L’analyse des flux par destination montre que les exportations asiatiques ont plus progressé vers l’Europe que les États-Unis. En effet, avec une hausse de 5,2% à 8,3MEVP, les flux vers l’Europe entrent pour 33% des flux asiatiques. Ils voient leur part de marché augmenter de 2 points en un an. Du côté des flux avec l’Amérique du nord, la hausse est de 0,2% à 9,01MEVP. Le continent voit sa part de marché se stabiliser. Est-ce une première conséquence de la guerre commerciale entre les États-Unis et la Chine qui produit ses premiers effets  ? Il est difficile de le dire même si déjà de nouvelles taxes s’appliquent sur des produits chinois. En juin, l’autorité portuaire de Los Angeles a appelé l’administration de Donald Trump a prendre garde aux conséquences que pourraient avoir des tensions commerciales avec la Chine sur l’économie portuaire. Les flux asiatiques vers l’Afrique sub saharienne ont enregistré pour leur part une bonne progression avec une hausse de 2,9% à 1,5MEVP. Certes, le continent africain représente 6% du marché asiatique mais a connu au cours des dernières années une progression constante au cours des premiers semestres des trois dernières années. De 2017 à 2019, les volumes d’Asie vers l’Afrique sub-saharienne ont enregistré une hausse de 8,9%. Ils pèsent 6% des trafics d’exportation asiatiques contre 5,6% trois ans plus tôt. L’Amérique latine garde toujours le cap avec une hausse de 2,6% à 1,9MEVP et entre à hauteur de 8% des exportations asiatiques.

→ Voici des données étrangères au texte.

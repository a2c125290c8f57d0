// Which files (and OME-Zarr folders) a batch reads, and in which order.

const STACK_SUFFIXES = ['.tif', '.tiff', '.btf', '.tf8', '.tf2'];

/** True for names a batch analyses: .tif, .tiff, .ome.tif(f), .btf, .tf8, .tf2 (any case); hidden files (".name") are skipped. */
export function isStackFileName(name: string): boolean {
  const lower = name.toLowerCase();
  return !name.startsWith('.') && STACK_SUFFIXES.some((s) => lower.endsWith(s));
}

/** True for folder names read as one OME-Zarr stack: *.zarr, which covers *.ome.zarr (any case); hidden folders skipped. */
export function isStackFolderName(name: string): boolean {
  return !name.startsWith('.') && name.toLowerCase().endsWith('.zarr');
}

/** Sort relative paths (forward slashes) by code unit, so the order is the same on every machine and locale. */
export function sortStackPaths(paths: readonly string[]): string[] {
  return [...paths].sort((a, b) => (a < b ? -1 : a > b ? 1 : 0));
}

Seuls le Moyen Orient et l’Australasie voient leurs volumes se contracter. Le Moyen-Orient et le sous continent indien ont perdu 7,2% de leur trafic pour se situer à 3,5MEVP. En trois ans, cette région du monde a vu ses trafics avec l’Asie se contracter de plus 250  000  EVP au cours des six premiers mois de l’année. Quant à l’Australasie, les volumes des premiers semestres de ces dernières années montrent des sorts divers. Avec 1,2MEVP, les exportations asiatiques vers cette région sont revenues à leur niveau de 2017 après avoir connu une hausse en 2018. Des effets conjoncturels qui se jouent sur un volume de 100  000  EVP.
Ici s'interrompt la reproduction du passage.